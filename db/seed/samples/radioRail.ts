import type { SampleSource } from '@/db/seed/samples/source'

/**
 * Ripple at nominal line: 5 V·0.79/(10 µH·400 kHz) ≈ 1 A on 3 A, a third. The inductor's down-slope at the sense
 * resistor is 5 V/10 µH·30 mΩ = 15 kV/s, of which 12 kV/s is four fifths.
 */
export const radioRail: SampleSource = {
  slug: 'telemetry-radio-rail',
  title: 'Telemetry radio rail, 24 V to 5 V',
  summary:
    'Synchronous buck, 3 A at 400 kHz, peak current mode with an op-amp: ceramic and polymer capacitors side by side, ' +
    'a type II network is enough.',
  design: {
    schema: 1,
    name: 'Telemetry radio rail',
    topology: 'buck',
    switchingFrequency: 400e3,
    line: { minimum: 18, nominal: 24, maximum: 32 },
    output: { voltage: 5, currentMinimum: 0.2, currentMaximum: 3 },
    inductor: { inductance: 10e-6, resistance: 22e-3 },
    outputCapacitors: [
      { count: 2, capacitance: 22e-6, esr: 3e-3 },
      { count: 1, capacitance: 150e-6, esr: 18e-3 },
    ],
    switch: { onResistance: 35e-3 },
    rectifier: { kind: 'synchronous', onResistance: 22e-3 },
    modulator: { kind: 'peak-current-mode', currentSenseResistance: 30e-3, slopeCompensation: 12e3 },
    sense: { referenceVoltage: 0.8, upperResistance: 52.3e3 },
    amplifier: { kind: 'op-amp', gainBandwidth: 5e6, openLoopGain: 1e4 },
  },
}
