import type { DesignDocumentInput } from '@/converters/document'

/** A worked sample as it is written down; its place in the list is its place among the samples. */
export interface SampleSource {
  readonly slug: string
  readonly title: string
  readonly summary: string
  readonly design: DesignDocumentInput
}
========================
* WHAT YOU NEED TO DO *
For the word "radioRail", say how many lines of the data include it, with nothing else in the reply.

* RESPONSE TO THE TASK *
2